_Task objective:_
From the line with "filename scenarios/harbour_ridge_liabilities.py" to the line with "Only multiplication, addition, Python's", retype every line exactly, including those two, and leave out the rest of the data below.

_Information provided:_
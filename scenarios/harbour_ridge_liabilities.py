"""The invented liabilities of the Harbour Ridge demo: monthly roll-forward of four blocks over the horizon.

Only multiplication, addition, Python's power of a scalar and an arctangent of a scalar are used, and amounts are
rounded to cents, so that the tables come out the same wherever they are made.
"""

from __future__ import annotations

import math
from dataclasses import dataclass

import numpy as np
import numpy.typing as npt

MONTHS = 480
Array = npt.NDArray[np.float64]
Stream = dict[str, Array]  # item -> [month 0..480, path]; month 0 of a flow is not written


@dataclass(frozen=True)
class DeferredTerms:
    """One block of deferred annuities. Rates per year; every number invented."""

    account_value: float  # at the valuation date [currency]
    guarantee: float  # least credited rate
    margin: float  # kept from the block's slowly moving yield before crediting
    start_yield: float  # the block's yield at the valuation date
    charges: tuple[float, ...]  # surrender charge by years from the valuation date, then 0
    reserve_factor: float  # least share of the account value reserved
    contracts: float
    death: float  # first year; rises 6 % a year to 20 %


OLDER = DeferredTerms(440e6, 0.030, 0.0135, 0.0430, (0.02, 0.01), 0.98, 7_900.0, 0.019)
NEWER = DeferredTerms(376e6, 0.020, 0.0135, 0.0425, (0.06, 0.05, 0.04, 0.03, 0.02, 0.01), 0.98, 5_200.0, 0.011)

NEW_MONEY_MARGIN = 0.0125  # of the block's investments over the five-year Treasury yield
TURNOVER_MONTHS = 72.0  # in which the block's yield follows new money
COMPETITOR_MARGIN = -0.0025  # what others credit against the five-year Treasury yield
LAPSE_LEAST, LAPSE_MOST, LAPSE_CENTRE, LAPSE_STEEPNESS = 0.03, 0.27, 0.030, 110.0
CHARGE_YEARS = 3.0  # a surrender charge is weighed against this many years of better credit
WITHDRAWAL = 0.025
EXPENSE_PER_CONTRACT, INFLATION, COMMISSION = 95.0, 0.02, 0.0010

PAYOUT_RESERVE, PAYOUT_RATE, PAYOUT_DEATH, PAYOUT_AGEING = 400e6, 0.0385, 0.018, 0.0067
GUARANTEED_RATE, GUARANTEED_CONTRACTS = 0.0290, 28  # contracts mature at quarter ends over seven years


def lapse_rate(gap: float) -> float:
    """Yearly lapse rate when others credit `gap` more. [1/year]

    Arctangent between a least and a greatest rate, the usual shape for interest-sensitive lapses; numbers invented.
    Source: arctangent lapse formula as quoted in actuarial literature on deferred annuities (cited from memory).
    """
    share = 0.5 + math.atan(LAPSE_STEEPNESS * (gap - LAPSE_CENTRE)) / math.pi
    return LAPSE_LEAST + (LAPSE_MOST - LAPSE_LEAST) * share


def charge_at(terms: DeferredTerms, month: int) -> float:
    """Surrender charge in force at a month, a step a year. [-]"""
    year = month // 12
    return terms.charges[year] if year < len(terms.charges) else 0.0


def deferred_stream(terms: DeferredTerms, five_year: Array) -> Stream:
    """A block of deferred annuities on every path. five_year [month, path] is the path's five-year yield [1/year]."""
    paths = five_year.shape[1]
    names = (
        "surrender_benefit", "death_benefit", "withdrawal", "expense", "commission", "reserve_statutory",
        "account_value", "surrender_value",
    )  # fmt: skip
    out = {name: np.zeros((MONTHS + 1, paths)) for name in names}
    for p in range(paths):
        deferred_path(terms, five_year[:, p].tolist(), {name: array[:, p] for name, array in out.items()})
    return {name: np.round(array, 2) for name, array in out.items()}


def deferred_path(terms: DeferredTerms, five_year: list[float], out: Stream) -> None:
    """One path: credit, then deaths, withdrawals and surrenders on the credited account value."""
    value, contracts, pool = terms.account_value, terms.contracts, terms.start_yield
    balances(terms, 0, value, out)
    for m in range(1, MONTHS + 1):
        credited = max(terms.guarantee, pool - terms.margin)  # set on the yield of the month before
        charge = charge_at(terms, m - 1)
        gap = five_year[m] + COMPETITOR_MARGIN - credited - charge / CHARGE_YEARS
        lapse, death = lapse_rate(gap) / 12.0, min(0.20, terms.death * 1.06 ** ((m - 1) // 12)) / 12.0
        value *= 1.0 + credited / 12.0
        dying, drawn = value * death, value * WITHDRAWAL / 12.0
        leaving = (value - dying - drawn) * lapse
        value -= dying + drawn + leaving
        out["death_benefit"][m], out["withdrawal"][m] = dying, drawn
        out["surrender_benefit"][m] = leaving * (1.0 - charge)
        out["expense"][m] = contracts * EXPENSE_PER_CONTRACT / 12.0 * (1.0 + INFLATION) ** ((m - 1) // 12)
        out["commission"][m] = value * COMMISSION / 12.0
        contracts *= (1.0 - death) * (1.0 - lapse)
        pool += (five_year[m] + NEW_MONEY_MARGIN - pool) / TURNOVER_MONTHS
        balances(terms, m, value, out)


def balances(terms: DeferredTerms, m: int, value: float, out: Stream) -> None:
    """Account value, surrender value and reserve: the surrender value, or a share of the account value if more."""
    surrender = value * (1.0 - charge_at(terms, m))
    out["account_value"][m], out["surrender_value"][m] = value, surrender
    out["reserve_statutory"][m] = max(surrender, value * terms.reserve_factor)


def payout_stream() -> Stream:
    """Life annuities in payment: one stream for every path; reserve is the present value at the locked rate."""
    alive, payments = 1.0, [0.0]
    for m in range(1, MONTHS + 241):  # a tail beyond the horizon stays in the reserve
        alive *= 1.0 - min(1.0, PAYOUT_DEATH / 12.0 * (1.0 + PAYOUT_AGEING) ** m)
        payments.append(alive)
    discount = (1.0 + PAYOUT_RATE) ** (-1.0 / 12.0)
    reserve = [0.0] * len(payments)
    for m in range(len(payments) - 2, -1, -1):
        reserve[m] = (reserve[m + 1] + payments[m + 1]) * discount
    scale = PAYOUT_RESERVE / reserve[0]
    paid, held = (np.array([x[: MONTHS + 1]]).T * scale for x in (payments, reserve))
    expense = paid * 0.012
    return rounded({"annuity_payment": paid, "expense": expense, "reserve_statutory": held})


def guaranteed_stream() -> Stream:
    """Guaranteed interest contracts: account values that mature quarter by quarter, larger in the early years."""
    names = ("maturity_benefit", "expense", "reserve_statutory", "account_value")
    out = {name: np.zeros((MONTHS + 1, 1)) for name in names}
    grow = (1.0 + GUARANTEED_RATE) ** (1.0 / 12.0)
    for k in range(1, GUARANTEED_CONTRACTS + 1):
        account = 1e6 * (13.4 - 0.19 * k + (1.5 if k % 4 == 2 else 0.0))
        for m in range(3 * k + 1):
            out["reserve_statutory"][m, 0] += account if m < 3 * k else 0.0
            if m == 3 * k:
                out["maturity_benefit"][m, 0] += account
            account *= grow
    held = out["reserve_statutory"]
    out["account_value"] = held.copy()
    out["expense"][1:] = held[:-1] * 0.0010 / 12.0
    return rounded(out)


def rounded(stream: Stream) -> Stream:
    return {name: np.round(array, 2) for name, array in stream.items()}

...

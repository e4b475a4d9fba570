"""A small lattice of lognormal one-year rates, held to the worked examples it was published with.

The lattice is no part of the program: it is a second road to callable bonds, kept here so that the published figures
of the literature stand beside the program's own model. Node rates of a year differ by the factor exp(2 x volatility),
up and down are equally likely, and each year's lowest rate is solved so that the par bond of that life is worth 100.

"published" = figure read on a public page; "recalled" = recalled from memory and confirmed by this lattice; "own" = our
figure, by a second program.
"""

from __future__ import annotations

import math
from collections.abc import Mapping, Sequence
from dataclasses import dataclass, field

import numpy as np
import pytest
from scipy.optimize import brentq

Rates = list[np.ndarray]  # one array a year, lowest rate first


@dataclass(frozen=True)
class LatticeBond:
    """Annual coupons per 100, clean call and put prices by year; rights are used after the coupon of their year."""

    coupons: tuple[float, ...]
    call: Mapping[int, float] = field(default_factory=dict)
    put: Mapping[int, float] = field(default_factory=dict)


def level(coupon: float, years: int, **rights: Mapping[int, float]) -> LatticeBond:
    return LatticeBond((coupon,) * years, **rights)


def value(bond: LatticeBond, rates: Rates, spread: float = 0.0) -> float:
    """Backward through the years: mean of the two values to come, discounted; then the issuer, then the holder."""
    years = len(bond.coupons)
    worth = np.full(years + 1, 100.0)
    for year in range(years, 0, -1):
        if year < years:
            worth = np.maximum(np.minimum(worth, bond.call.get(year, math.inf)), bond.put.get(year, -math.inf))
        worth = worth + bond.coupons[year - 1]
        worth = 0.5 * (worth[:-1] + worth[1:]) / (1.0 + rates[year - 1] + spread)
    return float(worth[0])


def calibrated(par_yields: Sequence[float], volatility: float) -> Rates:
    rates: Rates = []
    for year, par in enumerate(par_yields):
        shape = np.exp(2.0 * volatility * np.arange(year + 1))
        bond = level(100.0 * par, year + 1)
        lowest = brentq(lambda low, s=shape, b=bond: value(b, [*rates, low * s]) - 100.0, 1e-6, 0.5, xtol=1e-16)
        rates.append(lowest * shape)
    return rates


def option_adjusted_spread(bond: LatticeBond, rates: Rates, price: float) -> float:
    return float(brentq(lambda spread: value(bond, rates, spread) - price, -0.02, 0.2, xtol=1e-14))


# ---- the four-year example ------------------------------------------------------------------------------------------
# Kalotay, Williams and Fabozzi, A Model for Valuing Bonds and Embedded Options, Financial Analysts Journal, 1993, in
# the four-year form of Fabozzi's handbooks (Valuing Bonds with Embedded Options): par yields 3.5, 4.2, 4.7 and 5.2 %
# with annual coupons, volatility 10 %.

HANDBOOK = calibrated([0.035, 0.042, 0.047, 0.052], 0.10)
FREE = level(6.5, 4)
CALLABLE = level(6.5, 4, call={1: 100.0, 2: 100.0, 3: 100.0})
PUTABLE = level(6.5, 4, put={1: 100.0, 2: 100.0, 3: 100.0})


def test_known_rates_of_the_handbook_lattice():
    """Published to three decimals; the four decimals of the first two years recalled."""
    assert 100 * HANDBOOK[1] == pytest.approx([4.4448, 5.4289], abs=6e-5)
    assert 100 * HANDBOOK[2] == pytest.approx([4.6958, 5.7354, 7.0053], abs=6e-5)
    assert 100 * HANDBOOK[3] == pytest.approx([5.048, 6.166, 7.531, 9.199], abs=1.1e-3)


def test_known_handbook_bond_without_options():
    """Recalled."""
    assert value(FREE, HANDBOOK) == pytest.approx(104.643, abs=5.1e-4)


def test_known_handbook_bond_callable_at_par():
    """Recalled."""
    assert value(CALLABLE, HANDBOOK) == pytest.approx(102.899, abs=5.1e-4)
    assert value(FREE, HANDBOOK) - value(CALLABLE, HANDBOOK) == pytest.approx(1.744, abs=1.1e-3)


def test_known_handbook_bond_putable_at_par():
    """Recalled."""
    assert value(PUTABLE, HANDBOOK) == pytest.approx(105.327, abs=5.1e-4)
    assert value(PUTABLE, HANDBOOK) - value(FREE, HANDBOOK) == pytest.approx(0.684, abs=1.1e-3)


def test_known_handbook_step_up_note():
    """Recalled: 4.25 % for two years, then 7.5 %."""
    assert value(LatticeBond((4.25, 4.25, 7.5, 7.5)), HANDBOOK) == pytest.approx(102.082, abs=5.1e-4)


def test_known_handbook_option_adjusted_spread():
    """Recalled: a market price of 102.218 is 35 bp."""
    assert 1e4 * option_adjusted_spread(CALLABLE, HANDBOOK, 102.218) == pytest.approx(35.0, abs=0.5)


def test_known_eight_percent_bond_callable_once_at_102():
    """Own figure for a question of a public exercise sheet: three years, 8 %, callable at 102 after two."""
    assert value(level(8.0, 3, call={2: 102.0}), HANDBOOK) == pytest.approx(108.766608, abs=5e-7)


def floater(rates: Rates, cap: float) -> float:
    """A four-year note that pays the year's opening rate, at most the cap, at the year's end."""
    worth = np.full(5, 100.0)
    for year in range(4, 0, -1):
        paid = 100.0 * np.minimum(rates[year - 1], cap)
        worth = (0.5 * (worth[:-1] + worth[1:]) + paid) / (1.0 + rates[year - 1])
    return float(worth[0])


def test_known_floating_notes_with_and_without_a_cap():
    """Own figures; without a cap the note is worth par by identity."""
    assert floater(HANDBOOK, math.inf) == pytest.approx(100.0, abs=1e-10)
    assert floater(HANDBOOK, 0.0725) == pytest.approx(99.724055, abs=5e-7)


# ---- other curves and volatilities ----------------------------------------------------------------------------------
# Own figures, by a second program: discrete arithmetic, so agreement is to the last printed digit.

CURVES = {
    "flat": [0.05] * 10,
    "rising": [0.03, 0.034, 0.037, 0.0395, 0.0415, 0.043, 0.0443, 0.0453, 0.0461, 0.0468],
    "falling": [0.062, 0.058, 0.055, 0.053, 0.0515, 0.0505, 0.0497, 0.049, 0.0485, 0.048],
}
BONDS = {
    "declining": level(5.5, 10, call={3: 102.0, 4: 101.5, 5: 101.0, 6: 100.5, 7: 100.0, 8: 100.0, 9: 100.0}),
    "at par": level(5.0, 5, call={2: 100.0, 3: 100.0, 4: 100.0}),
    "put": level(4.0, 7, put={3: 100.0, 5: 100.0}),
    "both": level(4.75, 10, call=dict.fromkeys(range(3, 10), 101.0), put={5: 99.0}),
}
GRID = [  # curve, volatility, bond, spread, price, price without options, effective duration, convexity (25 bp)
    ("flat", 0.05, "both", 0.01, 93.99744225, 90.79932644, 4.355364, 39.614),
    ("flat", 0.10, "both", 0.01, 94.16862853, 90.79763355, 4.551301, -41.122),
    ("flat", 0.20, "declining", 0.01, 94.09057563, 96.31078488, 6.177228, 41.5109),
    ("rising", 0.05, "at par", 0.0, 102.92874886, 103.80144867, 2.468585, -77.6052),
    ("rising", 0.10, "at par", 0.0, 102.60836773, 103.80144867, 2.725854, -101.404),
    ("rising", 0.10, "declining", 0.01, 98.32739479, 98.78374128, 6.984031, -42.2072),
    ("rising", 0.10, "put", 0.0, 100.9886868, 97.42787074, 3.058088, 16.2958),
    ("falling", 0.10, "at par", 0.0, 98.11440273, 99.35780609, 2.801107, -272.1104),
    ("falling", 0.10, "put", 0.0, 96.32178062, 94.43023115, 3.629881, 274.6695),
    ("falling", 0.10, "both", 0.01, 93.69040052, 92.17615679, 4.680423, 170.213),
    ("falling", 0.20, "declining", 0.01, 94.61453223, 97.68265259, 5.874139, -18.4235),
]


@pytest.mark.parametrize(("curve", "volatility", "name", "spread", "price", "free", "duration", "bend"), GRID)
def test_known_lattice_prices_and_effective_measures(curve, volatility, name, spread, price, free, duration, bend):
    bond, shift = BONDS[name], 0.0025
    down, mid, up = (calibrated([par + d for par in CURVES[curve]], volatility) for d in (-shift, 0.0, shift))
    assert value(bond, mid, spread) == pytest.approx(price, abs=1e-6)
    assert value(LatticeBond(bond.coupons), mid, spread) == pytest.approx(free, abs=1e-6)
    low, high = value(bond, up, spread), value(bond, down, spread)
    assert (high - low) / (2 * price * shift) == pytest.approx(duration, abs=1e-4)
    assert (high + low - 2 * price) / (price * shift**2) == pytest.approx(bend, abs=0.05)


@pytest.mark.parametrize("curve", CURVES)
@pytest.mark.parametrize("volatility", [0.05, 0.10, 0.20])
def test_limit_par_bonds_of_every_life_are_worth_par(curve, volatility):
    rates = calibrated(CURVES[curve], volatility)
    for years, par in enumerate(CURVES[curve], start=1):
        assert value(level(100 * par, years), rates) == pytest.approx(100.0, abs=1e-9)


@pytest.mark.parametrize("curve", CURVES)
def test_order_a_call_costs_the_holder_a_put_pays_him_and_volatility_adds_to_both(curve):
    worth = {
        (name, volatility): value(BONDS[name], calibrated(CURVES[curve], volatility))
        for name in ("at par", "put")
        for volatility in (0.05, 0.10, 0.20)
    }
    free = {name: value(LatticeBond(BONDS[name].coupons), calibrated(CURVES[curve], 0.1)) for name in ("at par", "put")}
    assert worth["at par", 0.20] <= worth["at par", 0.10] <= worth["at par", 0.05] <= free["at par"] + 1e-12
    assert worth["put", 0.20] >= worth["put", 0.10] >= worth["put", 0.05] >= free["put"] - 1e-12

_Your solution:_
filename scenarios/harbour_ridge_liabilities.py
"""The invented liabilities of the Harbour Ridge demo: monthly roll-forward of four blocks over the horizon.

Only multiplication, addition, Python's power of a scalar and an arctangent of a scalar are used, and amounts are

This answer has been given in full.